This repository collects assignments and mini-projects from my university courses in data science, machine learning, and analytics. Each folder entry is a self-contained notebook or script: exploratory analysis, models, and sometimes dashboards or pipelines tied to real (or realistic) datasets.
flowchart LR
subgraph themes [What you will find here]
A[Clustering & anomaly detection]
B[NLP & sentiment]
C[Big data & pipelines]
D[Regression & forecasting]
E[Visualization & BI]
end
A --> Net[Network firewall logs]
B --> Rev[Hotel reviews]
C --> Mongo[Dask / MongoDB]
D --> Fire[Weather & wildfire risk]
E --> Asy[Asylum seekers — Tableau]
| Project | Focus | Stack (high level) |
|---|---|---|
| Anomaly detection in network security | Unsupervised learning on firewall-style traffic logs | pandas, scikit-learn (K-Means, DBSCAN, PCA), seaborn / matplotlib |
| Hotel reviews — sentiment & scraping | Text data, labeling, and optional web scraping | pandas, Kaggle data, Selenium (Agoda), classical ML in hotels0.py |
| Sentiment analysis (LSTM, PyTorch) | Deep learning for review sentiment | PyTorch, LSTM, plus optional Dask + MongoDB pipeline in the notebook |
| Wildfire area predictions | Regression on weather features + multi-region forecast API | pymongo, Weatherbit API, sklearn linear regression, Plotly treemap |
| Asylum seekers — multiview dashboard | Exploratory / policy-oriented visualization | Tableau (exported view below) |
Goal: Treat network log features (ports, bytes, packets, actions) as vectors, normalize and encode them, then cluster traffic to surface unusual groups.
What it does:
- Loads a CSV of log-like records (
log2.csvin the original workflow), checks consistency (e.g. totals vs. components), and explores the distribution of actions. - Applies MinMax scaling and one-hot encoding where needed, then uses K-Means (with elbow and PCA 2D plots) and DBSCAN for density-based clusters.
- Reports silhouette and Davies–Bouldin style diagnostics to compare clustering quality.
This is a typical unsupervised learning lab: you interpret clusters rather than predicting a single “attack” label from a static dataset.
Goal: Work with large-scale review text: combine positive and negative review columns from a public hotel dataset, optionally augment with Agoda reviews scraped via Selenium, and build features for sentiment-related tasks.
What it does:
- Merges positive and negative reviews into one table with a binary positive / negative indicator.
- Demonstrates an end-to-end path from CSV discovery to targeted scraping (paths and drivers are environment-specific in the script—adjust before running).
Use this as a template for NLP data prep and weak supervision from ratings.
Goal: Classify sentiment on review text using a neural model instead of bag-of-words alone.
What it does:
- Trains an LSTM in PyTorch on review data.
- The notebook also sketches a big-data style path: load CSV with Dask, push to MongoDB with
dask-mongo, and read back for analysis (connection strings in the notebook must be configured locally).
Goal: Relate weather and environmental inputs to estimated fire area, then use a trained linear regression model to score forecast weather from an API across Australian regions.
What it does:
- Optionally pulls historical rows from MongoDB; merges with CSV-based training data.
- Calls the Weatherbit daily forecast API for several lat/long points (NSW, NT, QLD, SA, TAS, VIC, WA).
- Outputs predictions and a Plotly treemap of regional averages, with RMSE and R² in the title for a quick sanity check.
Note: API keys and Mongo URIs in scripts are placeholders or secrets—rotate keys and use environment variables before sharing or re-running publicly.
A multiview Tableau workbook summarizes asylum-related indicators; the snapshot below is the image exported from that dashboard.
This piece is pure visual analytics: filters, small multiples, and composition to compare categories and trends at a glance.

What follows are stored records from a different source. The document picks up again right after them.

def landscape(
    x: np.ndarray, bounds: tuple[float, float],
    multipliers: tuple[float, ...] = BANDWIDTH_MULTIPLIERS, grid_points: int = GRID_POINTS,
    step: float | None = None,
) -> Landscape:
    """Estimate density, potential and robust valleys of a bounded sample.

    `step` is the answers' lattice spacing, the narrowest kernel allowed (default: the smallest
    gap between distinct answers).
    """
    x = np.asarray(x, dtype=float)
    sd = float(np.std(x, ddof=1))
    step = scale_step(x) if step is None else step
    base = max(silverman_factor(x.size), step / sd if sd > 0 else 1.0)
    grid = np.linspace(bounds[0], bounds[1], grid_points)
    counts = []
    for mult in multipliers:
        u = potential_of(kde_density(x, grid, base * mult, bounds))
        counts.append(len(robust_valleys(u, grid, x)[0]))
    density = kde_density(x, grid, base, bounds)
    u = potential_of(density)
    minima, depths, shares, bars = robust_valleys(u, grid, x, keep_at_most=min(counts))
    return Landscape(
        grid=grid, density=density, potential=u, bandwidth=base * sd,
        valleys=tuple(minima), depths=tuple(depths), shares=tuple(shares),
        barriers=tuple(bars), counts=tuple(counts),
    )


def rounding_cell(items: np.ndarray, fallback: float) -> np.ndarray:
    """Return each composite value's lattice spacing: the items' step / items answered.

    A mean of m ratings on a scale with step d lies on a grid of spacing d / m; single items
    (one column) give the item's step. `fallback` is used when no step can be seen.
    """
    items = np.atleast_2d(np.asarray(items, dtype=float))
    steps = [scale_step(col[np.isfinite(col)]) for col in items.T]
    steps = [d for d in steps if d > 0]
    d = min(steps) if steps else fallback
    answered = np.maximum(np.isfinite(items).sum(axis=1), 1)
    return d / answered


def bimodality_coefficient(x: np.ndarray) -> float:
    """Return (g^2 + 1) / (k + 3(n-1)^2/((n-2)(n-3))) with bias-corrected g and excess k."""
    x = np.asarray(x, dtype=float)
    n = x.size
    g = float(stats.skew(x, bias=False))
    k = float(stats.kurtosis(x, fisher=True, bias=False))
    return (g * g + 1.0) / (k + 3.0 * (n - 1) ** 2 / ((n - 2) * (n - 3)))


def dip_test(x: np.ndarray) -> tuple[float, float]:
    """Return Hartigan's dip statistic and its p-value (table interpolation, allow_zero=False)."""
    dip, p = diptest.diptest(np.asarray(x, dtype=float), allow_zero=False)
    return float(dip), float(p)


# ---------------------------------------------------------------------------------------
# The family: landscape, states, flickering and the daily-load table

MIN_PROMPTS = 40
"""A kernel density from fewer answers is too rough to count valleys (common practice)."""
MIN_DISTINCT = 3
STATE_NAMES = {states.LOW: "low", states.HIGH: "high", states.NONE: ""}


def load_table(
    series: Series, data: ParticipantData, settings: StudySettings
) -> pd.DataFrame | None:
    """Return study_day, load and mood (daily means) when `events.daily_load` is set."""
    load = settings.events.daily_load
    if load is None:
        return None
    mood = daily_means(series.study_day, series.value).set_index("study_day")["mean"]
    if load == "events":
        ev = data.events
        if "upsetting" in ev.columns:
            ev = ev[ev["upsetting"].astype(bool)]
        hh, mm = (int(p) for p in settings.study.day_start.split(":"))
        local = pd.to_datetime(ev["local_time"])
        # Why: the same day-start shift as intake uses for study_day, so both series align.
        shifted = local - pd.Timedelta(hours=hh, minutes=mm)
        days = (shifted.dt.tz_localize(None) if shifted.dt.tz is not None else shifted)
        per_day = days.dt.normalize().value_counts()
        values = per_day.reindex(mood.index, fill_value=0).astype(float)
    else:
        rows = data.momentary
        values = daily_means(rows["study_day"].to_numpy(), rows[load].to_numpy(
            dtype=float, na_value=np.nan)).set_index("study_day")["mean"]
        values = values.reindex(mood.index)
    return pd.DataFrame({"study_day": mood.index, "load": values.to_numpy(dtype=float),
                         "mood": mood.to_numpy()}).reset_index(drop=True)


def _missing_all(reason: str, n: int) -> dict[str, Estimate]:
    """Every landscape estimate missing for the same reason."""
    names = ("landscape_valleys", "bimodality_coefficient", "dip_p", "switches",
             "residence_hours_low", "residence_hours_high", "flicker_tau", "flicker_p")
    return {name: Estimate.missing(reason, n=n) for name in names}


def landscape_family(series: Series, data: ParticipantData, settings: StudySettings) -> Family:
    """Compute the landscape, two-state residence times and flickering for one participant."""
    x = series.value
    n = x.size
    bounds = series.scale
    tables: dict[str, pd.DataFrame] = {}
    load = load_table(series, data, settings)
    if load is not None:
        tables["load"] = load
    params: dict[str, Any] = {
        "bandwidth_rule": BANDWIDTH_RULE, "multipliers": list(BANDWIDTH_MULTIPLIERS),
        "min_depth": MIN_DEPTH, "min_share": MIN_SHARE,
        "potential_units": "-ln density (sigma^2/2 = 1)",
        "state_names": "'low' and 'high' are values of the composite, not better or worse",
    }
    distinct = np.unique(x).size
    if n < MIN_PROMPTS or distinct < MIN_DISTINCT:
        reason = (f"the landscape needs at least {MIN_PROMPTS} answers with at least "
                  f"{MIN_DISTINCT} different values; there were {n} answers with {distinct}")
        return Family(estimates=_missing_all(reason, n), tables=tables, params=params)
    cell = rounding_cell(series.items, scale_step(x))
    # Why: a composite of k items lives on a lattice of spacing step/k, not on the smallest gap
    # between its distinct values (which mixes lattices of different k).
    step = max(scale_step(x), float(np.median(cell)))
    land = landscape(x, bounds, step=step)
    bc = bimodality_coefficient(x)
    # Why: the dip test assumes a continuous distribution; the lattice of a rating scale makes
    # its p-value near 0 for any sample, so each value is spread over its own rounding cell.
    jitter = participant_rng(settings.metrics.seed, data.participant, "dip").uniform(
        -0.5, 0.5, n) * cell
    dip, dip_p = dip_test(x + jitter)
    k = len(land.valleys)
    tables["potential"] = pd.DataFrame(
        {"x": land.grid, "density": land.density, "potential": land.potential})
    tables["valleys"] = pd.DataFrame({"x": land.grid[list(land.valleys)],
                                      "depth": list(land.depths), "share": list(land.shares)})
    params.update(bandwidth=land.bandwidth, step=step, counts=list(land.counts),
                  dip_ties="spread over each value's rounding cell (item step / items answered)")
    est = {
        "landscape_valleys": Estimate(
            float(k), n=n, note=f"valleys found at {', '.join(map(str, BANDWIDTH_MULTIPLIERS))} "
            f"x the bandwidth: {', '.join(map(str, land.counts))}; the smallest is reported"),
        "bimodality_coefficient": Estimate(
            bc, n=n, note=f"above {BC_THRESHOLD:.3f} suggests two peaks (Pfister et al. 2013)"),
        "dip_p": Estimate(dip_p, n=n, note=f"Hartigan's dip test, dip = {dip:.3f}"),
    }
    label = np.full(n, states.NONE)
    if k == 2:
        low_v, high_v = (float(land.grid[v]) for v in land.valleys)
        barrier = float(land.grid[land.barriers[0]])
        low_core, high_core = states.core_bounds(low_v, barrier, high_v)
        params.update(low_valley=low_v, high_valley=high_v, barrier=barrier,
                      low_core=low_core, high_core=high_core)
        label = states.classify(x, low_core, high_core)
        est.update(_two_state_estimates(series, data.participant, settings, label))
    else:
        reason = (f"time in each state needs two valleys in the landscape; "
                  f"there {'was' if k == 1 else 'were'} {k}")
        for name in ("switches", "residence_hours_low", "residence_hours_high",
                     "flicker_tau", "flicker_p"):
            est[name] = Estimate.missing(reason, n=n)
    tables["states"] = pd.DataFrame({"local_time": series.local_time, "value": x,
                                     "state": [STATE_NAMES[int(v)] for v in label]})
    return Family(estimates=est, tables=tables, params=params)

- Python: Use Python 3.x with the packages each script imports (
pandas,scikit-learn,torch, etc.). Notebooks expect Jupyter or VS Code. - Data & secrets: Several projects assume local CSV files, API keys, or database URIs—configure those before execution.
- Browsers / Selenium: Hotel scraping requires a matching ChromeDriver and valid URL list.
Coursework artifacts are shared for portfolio and learning purposes. If you reuse ideas or code, cite the course context and adapt credentials, data paths, and dependencies to your own environment.